日本共産党が提出した意見書

平成21年第4回定例会
Y1

 (提出年月日)平成21年11月17日
 (提出会派名)日本共産党千葉市議会議員団

後期高齢者医療制度の即時撤廃を求める意見書(案)

 平成20年4月に実施された後期高齢者医療制度は、「年齢による差別」を持ち込んだ世界に例のない最悪の医療制度である。
 この制度の目的が、これまでの老人保健法で守られてきた「国民の老後における健康の保持と適切な医療の確保」から「医療費の適正化」を中心にし、健康より医療費抑制を優先したもので、政府は2015年までに2兆円、2025年までに5兆円の医療費を削減できると試算していたのである。
 このような高齢者の「人間としての尊厳を否定する」同制度は、高齢者を初め国民の強い怒りを呼び起こし、差別的な医療制度の廃止を願う世論によって国政が大きく変わる一因になったのである。
 このまま後期高齢者医療制度が続けば、高齢者の「差別に対する怒り」と保険料の引き上げで「痛み」が一層強まるだけである。

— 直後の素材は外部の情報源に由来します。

import { randomUUID } from 'node:crypto';
import { afterAll, beforeAll, describe, expect, it } from 'vitest';
import type { Actor } from '../../src/domain/access/permissions';
import { GET as lowCsvRoute } from '../../src/pages/api/low-output.csv';
import { GET as viewsRoute, POST as keepRoute } from '../../src/pages/api/saved-views/index';
import { DELETE as dropRoute, PATCH as changeRoute } from '../../src/pages/api/saved-views/[view]';
import {
  DELETE as removeRoute,
  PUT as restoreRoute,
} from '../../src/pages/api/sites/[site]/annotations/[annotation]';
import { GET as notesRoute, POST as pinRoute } from '../../src/pages/api/sites/[site]/annotations/index';
import { GET as explanationsRoute } from '../../src/pages/api/strings/[string]/explanations';
import { GET as heatRoute } from '../../src/pages/api/strings/[string]/heat';
import { GET as historyRoute } from '../../src/pages/api/strings/[string]/history';
import { GET as loopRoute } from '../../src/pages/api/strings/[string]/loop';
import { GET as momentRoute } from '../../src/pages/api/strings/[string]/moment';
import { GET as unitsRoute } from '../../src/pages/api/strings/[string]/units';
import { annotation } from '../../src/schemas/api/annotations';
import { savedView } from '../../src/schemas/api/saved-views';
import { stringHistory, stringUnits } from '../../src/schemas/api/string';
import { stringExplanations, stringHeat, stringLoop, stringMoment } from '../../src/schemas/api/workbench';
import { asActor } from '../../src/server/db/transaction';
import { readLowOutput } from '../../src/server/services/low-output';
import { testDatabase, type TestDatabase } from '../support/database';
import { ask } from '../support/endpoint';
import { testFleet, type TestFleet } from '../support/fleet';
import { judgeLow, LOOP_OHM as OHM, reportHours } from '../support/workbench-scene';

const HALL = 'Old Tannery Market Hall';
const NOW = new Date(Math.floor(Date.now() / 900_000) * 900_000);
const minutesAgo = (n: number) => new Date(NOW.getTime() - n * 60_000);
const epoch = (at: Date) => Math.floor(at.getTime() / 1000);

let db: TestDatabase;
let fleet: TestFleet;
let analyst: Actor;
let manager: Actor;
let stranger: Actor;
const stringOf = (name: string) => {
  const found = fleet.site(HALL).strings.get(name);
  if (!found) throw new Error(`no string ${name}`);
  return found;
};
const site = () => {
  const { id, organisationId } = fleet.site(HALL);
  return { id, organisationId };
};
let siteRef = '';

beforeAll(async () => {
  db = await testDatabase();
  fleet = await testFleet(db, [HALL]);
  analyst = await fleet.actor('analyst@lowfield.example');
  manager = await fleet.actor('manager@lowfield.example');
  stranger = await fleet.actor('manager@harbourline.example');
  siteRef = fleet.site(HALL).ref;
  await reportHours(db, { siteId: site().id, string: stringOf('B3').id }, NOW);
  await judgeLow(
    site().id,
    ['B1', 'B2', 'B3'].map((name) => stringOf(name).id),
    NOW,
  );
});
afterAll(() => db.drop());

const get = async (route: Parameters<typeof ask>[0], name: string, query = '') =>
  ask(route, { actor: analyst, params: { string: stringOf(name).ref }, path: `/api/x?${query}` });

describe('a past minute', () => {
  const moment = async (minutes: number) =>
    stringMoment.parse(await (await get(momentRoute, 'B3', `at=${epoch(minutesAgo(minutes))}`)).json());

  it('is what every unit said then, against what the siblings gave then', async () => {
    const before = await moment(90);
    expect(before.source).toBe('report');
    expect(before.slots.map((s) => s.state)).toEqual(Array.from({ length: 14 }, () => 'passing'));
    expect(before.voltage).toBeCloseTo(14 * 39, 6);
    const after = await moment(30);
    expect(after.slots.filter((s) => s.state === 'shutdown').map((s) => s.position)).toEqual([5, 9]);
    expect(after.voltage).toBeCloseTo(12 * 39 - 1, 6);
    expect(after.expectedVoltage).toBeCloseTo(14 * 39, 6);
    expect(after.expectedFrom).toContain('other strings');
  });

  it('in which nothing was heard says so and shows no figure', async () => {
    const gap = await moment(105);
    expect(gap.source).toBe('nothing');
    expect(gap.voltage).toBeNull();
    expect(gap.slots.every((s) => s.state === null && s.voltage === null)).toBe(true);
  });

  it('shows the unit that sat there then, not the one of today', async () => {
    const { rows } = await db.owner.query<{ id: number; serial: string }>(
      `select p.id, u.serial from slot sl join placement p on p.slot_id = sl.id join unit u on u.id = p.unit_id
       where sl.string_id = $1 and sl.position = 7 and p.placed_to is null`,
      [stringOf('B3').id],
    );
    const old = rows[0];
    if (!old) throw new Error('no unit at 7');
    await db.owner.query('update placement set placed_to = $2 where id = $1', [old.id, minutesAgo(45)]);
    await db.owner.query(
      `with u as (insert into unit (organisation_id, serial, unit_type_id)
                  select organisation_id, 'NEW-7', unit_type_id from unit where serial = $3 returning id)
       insert into placement (site_id, unit_id, slot_id, placed_from)
       select $1, u.id, sl.id, $4 from u, slot sl where sl.string_id = $2 and sl.position = 7`,
      [site().id, stringOf('B3').id, old.serial, minutesAgo(45)],
    );
    expect((await moment(50)).slots[6]?.serial).toBe(old.serial);
    expect((await moment(20)).slots[6]?.serial).toBe('NEW-7');
    const units = stringUnits.parse(
      await (await get(unitsRoute, 'B3', 'quantity=voltage&positions=7')).json(),
    );
    expect(units.moves).toMatchObject([{ position: 7, out: old.serial, in: 'NEW-7' }]);
  });
});

describe('the history', () => {
  const history = async (query: string) =>
    stringHistory.parse(await (await get(historyRoute, 'B3', query)).json());
  const span = () => `from=${epoch(minutesAgo(180))}&to=${epoch(NOW) + 60}`;

  it('tells current and power with their own expectation and gaps', async () => {
    const current = await history(`quantity=current&${span()}`);
    expect(current.unit).toBe('A');
    expect(Math.max(...current.values.map((v) => v ?? 0))).toBeLessThanOrEqual(8);
    // a string carries the current of its siblings, however many units they have
    expect(current.middle.values.at(-1)).toBeCloseTo(current.values.at(-1) ?? 0, 0);
    expect(current.values.filter((v) => v === null)).toHaveLength(1);
    const power = await history(`quantity=power&${span()}`);
    const i = power.values.length - 1;
    const amps = current.values[i] ?? 0;
    expect(Math.abs((power.values[i] ?? 0) - amps * (12 * 39 - 1))).toBeLessThan(2);
    const low = power.expected.low.at(-1) ?? 0;
    expect(power.values[i]).toBeLessThan(low);
  });

  it('lays each sibling beside it where asked for', async () => {
    const h = await history(`siblings=each&${span()}`);
    expect(h.siblings.map((s) => s.name)).toContain('B2');
    expect(h.siblings[0]?.values.at(-1)).toBeCloseTo(14 * 39, 6);
    expect((await history(span())).siblings).toEqual([]);
  });

  it('marks planned works as stretches', async () => {
    await db.owner.query(
      `insert into planned_work (site_id, starts_at, ends_at, reason, created_by) values ($1, $2, $3, 'Roof paint', $4)`,
      [site().id, minutesAgo(170), minutesAgo(160), manager.personId],
    );
    const marks = (await history(span())).marks.filter((m) => m.words.startsWith('Planned work'));
    expect(marks).toEqual([
      {
        from: epoch(minutesAgo(170)),
        to: epoch(minutesAgo(160)),
        words: 'Planned work: Roof paint',
        tone: 'slate',
      },
    ]);
  });
});

describe('what lies behind', () => {
  it('shows every unit over the day, a unit’s missing report as missing', async () => {
    const heat = stringHeat.parse(await (await get(heatRoute, 'B3', 'quantity=voltage')).json());
    expect(heat.rows).toHaveLength(14);
    const last = heat.at.length - 1;
    expect(heat.rows[4]?.values[last]).toBeLessThan(0);
    expect(heat.rows[5]?.values[last]).toBeCloseTo(39, 6);
    const missing = epoch(minutesAgo(110));
    expect(heat.at.some((at) => at <= missing && missing < at + heat.stepS)).toBe(false);
  });

  it('finds the resistance that was put between units and input', async () => {
    const loop = stringLoop.parse(await (await get(loopRoute, 'B3')).json());
    // steps of a volt and of a few samples: to an eighth
    expect(Math.abs((loop.fit?.ohm ?? 0) - OHM)).toBeLessThan(OHM / 8);
    expect(loop.points.length).toBeGreaterThan(20);
  });

  it('says why there is no line where units do not measure their output or nothing came', async () => {
    const loop = stringLoop.parse(await (await get(loopRoute, 'B3', 'on=2026-01-05')).json());
    expect(loop.fit).toBeNull();
    expect(loop.why).toContain('samples');
    expect(loop.outcome).toBe('cant_tell');
  });

  it('names the explanation that fits, with the figures of the night', async () => {
    const found = stringExplanations.parse(await (await get(explanationsRoute, 'B2')).json());
    expect(found.outcome).toBe('low');
    expect(found.explanations[0]).toMatchObject({ key: 'units_missing', fit: 'fits' });
    const sound = stringExplanations.parse(await (await get(explanationsRoute, 'B1')).json());
    expect(sound.outcome).toBe('as_expected');
    expect(sound.explanations.filter((e) => e.fit === 'fits')).toEqual([]);
  });
});

describe('notes on the time axis', () => {
  const pin = (body: object, actor: Actor = analyst) =>
    ask(pinRoute, { actor, params: { site: siteRef }, method: 'POST', body });
  const list = async (query = '') => {
    const response = await ask(notesRoute, {
      actor: analyst,
      params: { site: siteRef },
      path: `/api/x?${query}`,
    });
    return annotation.array().parse(await response.json());
  };
  const note = (more: object = {}) => ({
    ref: randomUUID(),
    string: stringOf('B3').ref,
    from: minutesAgo(30).toISOString(),
    to: null,
    text: 'Two flat treads',
    ...more,
  });

  it('are pinned once however often they are sent, taken away and put back, each time written down', async () => {
    const sent = note();
    expect((await pin(sent)).status).toBe(200);
    expect((await pin(sent)).status).toBe(200);
    await pin(note({ string: null, text: 'Whole roof washed', from: minutesAgo(2000).toISOString() }));
    await pin(note({ string: stringOf('A1').ref, text: 'Another string' }));
    const ofB3 = `string=${stringOf('B3').ref}`;
    expect((await list(ofB3)).map((n) => n.text)).toEqual(['Two flat treads', 'Whole roof washed']);
    expect((await list(`${ofB3}&from=${epoch(minutesAgo(60))}&to=${epoch(NOW)}`)).map((n) => n.text)).toEqual(
      ['Two flat treads'],
    );
    const params = { site: siteRef, annotation: sent.ref };
    await ask(removeRoute, { actor: manager, params, method: 'DELETE' });
    await ask(removeRoute, { actor: manager, params, method: 'DELETE' });
    expect((await list(ofB3)).map((n) => n.text)).toEqual(['Whole roof washed']);
    await ask(restoreRoute, { actor: manager, params, method: 'PUT' });
    expect(await list(ofB3)).toHaveLength(2);
    const { rows } = await db.owner.query<{ action: string }>(
      `select action from audit_entry where action like 'annotation.%' and subject = 'note on B3' order by id`,
    );
    expect(rows.map((r) => r.action)).toEqual([
      'annotation.pinned',
      'annotation.removed',
      'annotation.restored',
    ]);
  });

  it.each([
    ['no words', { text: '  ' }, 'body.text'],
    ['an end before its beginning', { to: minutesAgo(60).toISOString() }, 'body.to'],
    ['a moment of next week', { from: minutesAgo(-8000).toISOString() }, 'from'],
  ])('refuse %s and name the field', async (_, more, field) => {
    const response = await pin(note(more));
    expect(response.status).toBe(422);
    const { fields } = (await response.json()) as { fields: { field: string }[] };
    expect(fields.map((f) => f.field)).toContain(field);
  });

  it('are neither read nor written from another organisation', async () => {
    expect((await pin(note(), stranger)).status).toBe(404);
    const response = await ask(notesRoute, { actor: stranger, params: { site: siteRef } });
    expect(response.status).toBe(404);
  });
});

describe('low strings and saved views', () => {
  it('are listed with what they lose, priced by the tariff of the day', async () => {
    await db.owner.query(
      `insert into tariff (site_id, from_on, price_kwh, created_by) values ($1, '2020-01-01', 0.25, $2)`,
      [site().id, manager.personId],
    );
    const low = await asActor(analyst, (tx) => readLowOutput(tx, NOW));
    expect(low.rows.map((r) => r.string.name)).toEqual(['B2']);
    const row = low.rows[0];
    expect(row).toMatchObject({ signature: 'units_missing', method: 'siblings', openCase: null });
    expect(row?.moneyDay).toBeCloseTo((row?.lossKWhDay ?? 0) * 0.25, 9);
    expect(low.judged).toBe(3);
    const csv = await (await ask(lowCsvRoute, { actor: analyst, path: '/api/x?q=b2' })).text();
    expect(csv.trim().split('\r\n')).toHaveLength(2);
    const none = await (await ask(lowCsvRoute, { actor: analyst, path: '/api/x?signature=shade' })).text();
    expect(none.trim().split('\r\n')).toHaveLength(1);
    expect((await asActor(stranger, (tx) => readLowOutput(tx, NOW))).rows).toEqual([]);
  });

  it('keep views under a name, a person’s own until shared, changed by their maker only', async () => {
    const keep = (body: object, actor: Actor = analyst) =>
      ask(keepRoute, { actor, method: 'POST', body: { list: 'low_output', query: 'case=none', ...body } });
    const views = async (actor: Actor) =>
      savedView
        .array()
        .parse(await (await ask(viewsRoute, { actor, path: '/api/x?list=low_output' })).json());
    const made = savedView.parse(await (await keep({ name: 'Not taken up' })).json());
    expect((await keep({ name: 'Not taken up' })).status).toBe(409);
    expect((await keep({ name: ' ' })).status).toBe(422);
    expect(await views(manager)).toEqual([]);
    const params = { view: made.id };
    const share = (actor: Actor) =>
      ask(changeRoute, { actor, params, method: 'PATCH', body: { shared: true } });
    expect((await share(manager)).status).toBe(404);
    expect((await share(analyst)).status).toBe(200);
    expect(await views(manager)).toMatchObject([{ name: 'Not taken up', own: false, shared: true }]);
    expect(await views(stranger)).toEqual([]);
    expect((await ask(dropRoute, { actor: manager, params, method: 'DELETE' })).status).toBe(404);
    expect((await ask(dropRoute, { actor: analyst, params, method: 'DELETE' })).status).toBe(204);
    expect(await views(analyst)).toEqual([]);
  });
});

昨年の国会で、当時の野党4党が提案した「後期高齢者医療制度の廃止法案」では、「いったんもとの老人保健制度に戻す」とされていたものであり、直ちに実施可能なものである。
 よって、本市議会は国に対し、高齢者が安心して医療を受けられるよう、後期高齢者医療制度の即時撤廃を強く求めるものである。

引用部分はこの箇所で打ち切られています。